DATA RECORDS: Begin
"""Thermopower and electronic thermal conductance: quadrature, limits and the quantised values."""

from __future__ import annotations

from typing import Any

import numpy as np
import pytest

from tests.synthetic import parabolic_tail
from wiresolve.errors import InputError
from wiresolve.physics.conductance import Openings, openings, openings_of_rows
from wiresolve.physics.spectrum import Spectrum
from wiresolve.physics.thermoelectric import LORENZ_V2_PER_K2, THERMAL_QUANTUM_W_PER_K2, thermoelectric
from wiresolve.physics.transmission import Given, Open, Saddle, Transmission
from wiresolve.units import CONDUCTANCE_QUANTUM_SIEMENS, KB

T = 40.0
UNIT = KB * T


def by_quadrature(levels: list[tuple[float, float]], fermi: float, width: float) -> tuple[float, float, float]:
    """G/G0, L_1/L_0 and L_2/L_0 - (L_1/L_0)^2 of steps (opening, weight), all energies in kT, by Gauss's rule."""
    points, weights = np.polynomial.legendre.leggauss(20)
    lowest = max(min(opening for opening, _ in levels) - fermi, 0.0)
    sums = np.zeros(3)
    for opening, weight in levels:
        y = opening - fermi
        piece = 0.5 * min(1.0, width or 1.0)
        edges = y + np.arange(0.0 if not width else -np.ceil((y + 100) / piece), np.ceil(100 / piece) + 1) * piece
        edges = edges if y > 0 else np.append(edges, edges[-1] + np.arange(1, np.ceil(-y / piece) + 1) * piece)
        x = (edges[:-1, None] + piece / 2 * (points + 1)).ravel()
        tunnels = 1.0 if not width else np.exp(-np.logaddexp(0, -(x - y) / width))
        bell = np.exp(-np.abs(x)) / (1 + np.exp(-np.abs(x))) ** 2
        density = bell * tunnels * np.tile(piece / 2 * weights, len(edges) - 1)
        sums += weight * np.array([density @ (x - lowest) ** j for j in range(3)])
    mean = sums[1] / sums[0]
    return float(sums[0]), float(lowest + mean), float(sums[2] / sums[0] - mean**2)


def found(modes: Openings, kind: Transmission, fermi_kT: float) -> tuple[float, float, float]:
    """The same three from the program."""
    result = thermoelectric(modes, kind, fermi_kT * UNIT, T)
    conductance, seebeck = float(result.conductance_G0), float(result.seebeck_V_per_K)
    heat = float(result.thermal_conductance_W_per_K)
    return conductance, -seebeck / KB, heat / (CONDUCTANCE_QUANTUM_SIEMENS * conductance * KB**2 * T)


LEVELS = [(0.0, 1.0), (6.0, 2.0), (9.0, 0.5)]
MODES = openings_of_rows([0.0, 6.0 * UNIT, 9.0 * UNIT], [2, 4, 1])


@pytest.mark.parametrize("fermi", [-60.0, -8.0, -1.0, 0.0, 3.0, 7.0, 25.0])
def test_open_steps_against_quadrature(fermi: float) -> None:
    expected = by_quadrature(LEVELS, fermi, 0.0)
    assert found(MODES, Open(), fermi) == pytest.approx(expected, rel=2e-12, abs=1e-13)


@pytest.mark.parametrize("width", [0.03, 0.7, 1.0, 1.4, 12.0])
@pytest.mark.parametrize("fermi", [-12.0, 0.0, 4.0])
def test_saddles_against_quadrature(width: float, fermi: float) -> None:
    kind = Saddle(2 * np.pi * width * UNIT)
    expected = by_quadrature(LEVELS, fermi, kind.width_eV / UNIT)
    assert found(MODES, kind, fermi) == pytest.approx(expected, rel=1e-11, abs=1e-13)


@pytest.mark.parametrize("eta", [-1e4, -500.0, -45.0])
def test_thin_carriers_hold_one_kT_above_their_opening(eta: float) -> None:
    # Boltzmann: <x> = -eta + 1, variance 1
    result = thermoelectric(openings_of_rows([0.0], [2]), Open(), eta * UNIT, T)
    assert float(result.seebeck_V_per_K) == pytest.approx(-KB * (1 - eta), rel=1e-13)
    if eta > -600:
        heat = CONDUCTANCE_QUANTUM_SIEMENS * np.exp(eta) * KB**2 * T
        assert float(result.thermal_conductance_W_per_K) == pytest.approx(heat, rel=1e-12)
    assert np.isfinite(float(result.power_factor_W_per_K2))


def test_tunnelling_carriers_below_a_wide_saddle() -> None:
    # width w > kT: T ~ e^(x/w) at the Fermi level; with a = kT/w, <x> = d ln(pi a/sin pi a)/da = 1/a - pi cot(pi a)
    for a in (0.2, 0.5, 0.8):
        kind = Saddle(2 * np.pi * UNIT / a)
        result = thermoelectric(openings_of_rows([0.0], [2]), kind, -3000 * UNIT, T)
        assert float(result.seebeck_V_per_K) == pytest.approx(-KB * (1 / a - np.pi / np.tan(np.pi * a)), rel=1e-11)


@pytest.mark.parametrize("eta", [60.0, 1e4])
def test_plateaus_have_no_thermopower_and_conduct_heat_in_quanta(eta: float) -> None:
    modes = openings_of_rows([0.0, 0.0, 0.0], [2, 2, 4])
    result = thermoelectric(modes, Given((1.0, 0.5, 0.25)), eta * UNIT, T)
    transmitted = 2 * 1.0 + 2 * 0.5 + 4 * 0.25
    assert abs(float(result.seebeck_V_per_K)) < 1e-22 * KB + 100 * np.exp(-eta) * KB
    assert float(result.thermal_conductance_W_per_K) == pytest.approx(
        transmitted * THERMAL_QUANTUM_W_PER_K2 * T, rel=1e-13
    )
    siemens = CONDUCTANCE_QUANTUM_SIEMENS * float(result.conductance_G0)
    assert float(result.thermal_conductance_W_per_K) / (siemens * T) == pytest.approx(LORENZ_V2_PER_K2, rel=1e-13)


def test_absolute_zero_is_the_limit() -> None:
    modes = openings_of_rows([0.01, 0.02, 0.03], [2, 2, 2])
    fermi = np.array([0.005, 0.01, 0.015, 0.02, 0.025, 0.03])
    cold = thermoelectric(modes, Open(), fermi, 0.0)
    near = thermoelectric(modes, Open(), fermi, 1e-6)
    # peaks of (k/e) ln 2/(N - 1/2): P. Streda, J. Phys. Condens. Matter 1, 1025 (1989), from memory
    peaks = -KB * np.log(2) / (np.array([1, 2, 3]) - 0.5)
    assert cold.seebeck_V_per_K[1::2] == pytest.approx(peaks, rel=1e-14)
    assert near.seebeck_V_per_K[1::2] == pytest.approx(peaks, rel=1e-12)
    assert cold.seebeck_V_per_K[0] == -np.inf
    assert cold.seebeck_V_per_K[2::2].tolist() == [0, 0]
    assert not cold.thermal_conductance_W_per_K.any()
    assert cold.power_factor_W_per_K2[0] == 0
    assert near.power_factor_W_per_K2 == pytest.approx(cold.power_factor_W_per_K2, rel=1e-11)
    tunnelling = thermoelectric(modes, Saddle(0.001), fermi, 0.0)
    assert not tunnelling.seebeck_V_per_K.any()


def test_a_saddle_at_low_temperature_obeys_motts_law() -> None:
    # S = -(pi^2/3)(k^2 T/e) d ln G/dE (N. F. Mott), the next term being of order T^2
    modes, kind, energy, h = openings_of_rows([0.01, 0.02], [2, 2]), Saddle(0.006), 0.013, 1e-5

    def log_conductance(at: float) -> float:
        return float(np.log(sum(kind.at(at, e, 0) for e in (0.01, 0.02))))

    slope = (log_conductance(energy + h) - log_conductance(energy - h)) / (2 * h)
    result = thermoelectric(modes, kind, energy, 0.02)
    assert float(result.seebeck_V_per_K) == pytest.approx(-LORENZ_V2_PER_K2 * 0.02 * slope, rel=1e-5)


@pytest.mark.parametrize("kind", [Open(), Saddle(0.004)], ids=["open", "saddle"])
def test_the_tail_counts_like_the_steps_it_stands_for(kind: Transmission) -> None:
    def wire(energies: Any, **more: Any) -> Openings:
        n = len(energies)
        states = np.full(n, 0.067), np.full(n, 2), np.arange(1, n + 1), n
        return openings(Spectrum(energies, np.zeros(n), *states, **more))

    many = wire([0.05, *(0.1 + (np.arange(400) + 0.5) * 5e-5)])
    tail = wire([0.05], tails=(parabolic_tail([0.1, 0.12], [0.0, 800.0], 0.067, points=201),))
    for fermi in (0.04, 0.08):
        a, b = (thermoelectric(modes, kind, fermi, T) for modes in (many, tail))
        assert float(a.seebeck_V_per_K) == pytest.approx(float(b.seebeck_V_per_K), rel=2e-4)
        assert float(a.thermal_conductance_W_per_K) == pytest.approx(float(b.thermal_conductance_W_per_K), rel=2e-4)


def test_shapes_and_bad_temperature() -> None:
    modes = openings_of_rows([0.0], [2])
    assert thermoelectric(modes, Open(), np.zeros((2, 3)), T).seebeck_V_per_K.shape == (2, 3)
    with pytest.raises(InputError, match="temperature"):
        thermoelectric(modes, Open(), 0.0, -1.0)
DATA RECORDS: End
> [AIM OF THE TASK]: Each line from the top of the records down to the one with "edges = y +" must be retyped exactly; include both ends and nothing else.

> [REPLY]:
"""Thermopower and electronic thermal conductance: quadrature, limits and the quantised values."""

from __future__ import annotations

from typing import Any

import numpy as np
import pytest

from tests.synthetic import parabolic_tail
from wiresolve.errors import InputError
from wiresolve.physics.conductance import Openings, openings, openings_of_rows
from wiresolve.physics.spectrum import Spectrum
from wiresolve.physics.thermoelectric import LORENZ_V2_PER_K2, THERMAL_QUANTUM_W_PER_K2, thermoelectric
from wiresolve.physics.transmission import Given, Open, Saddle, Transmission
from wiresolve.units import CONDUCTANCE_QUANTUM_SIEMENS, KB

T = 40.0
UNIT = KB * T


def by_quadrature(levels: list[tuple[float, float]], fermi: float, width: float) -> tuple[float, float, float]:
    """G/G0, L_1/L_0 and L_2/L_0 - (L_1/L_0)^2 of steps (opening, weight), all energies in kT, by Gauss's rule."""
    points, weights = np.polynomial.legendre.leggauss(20)
    lowest = max(min(opening for opening, _ in levels) - fermi, 0.0)
    sums = np.zeros(3)
    for opening, weight in levels:
        y = opening - fermi
        piece = 0.5 * min(1.0, width or 1.0)
        edges = y + np.arange(0.0 if not width else -np.ceil((y + 100) / piece), np.ceil(100 / piece) + 1) * piece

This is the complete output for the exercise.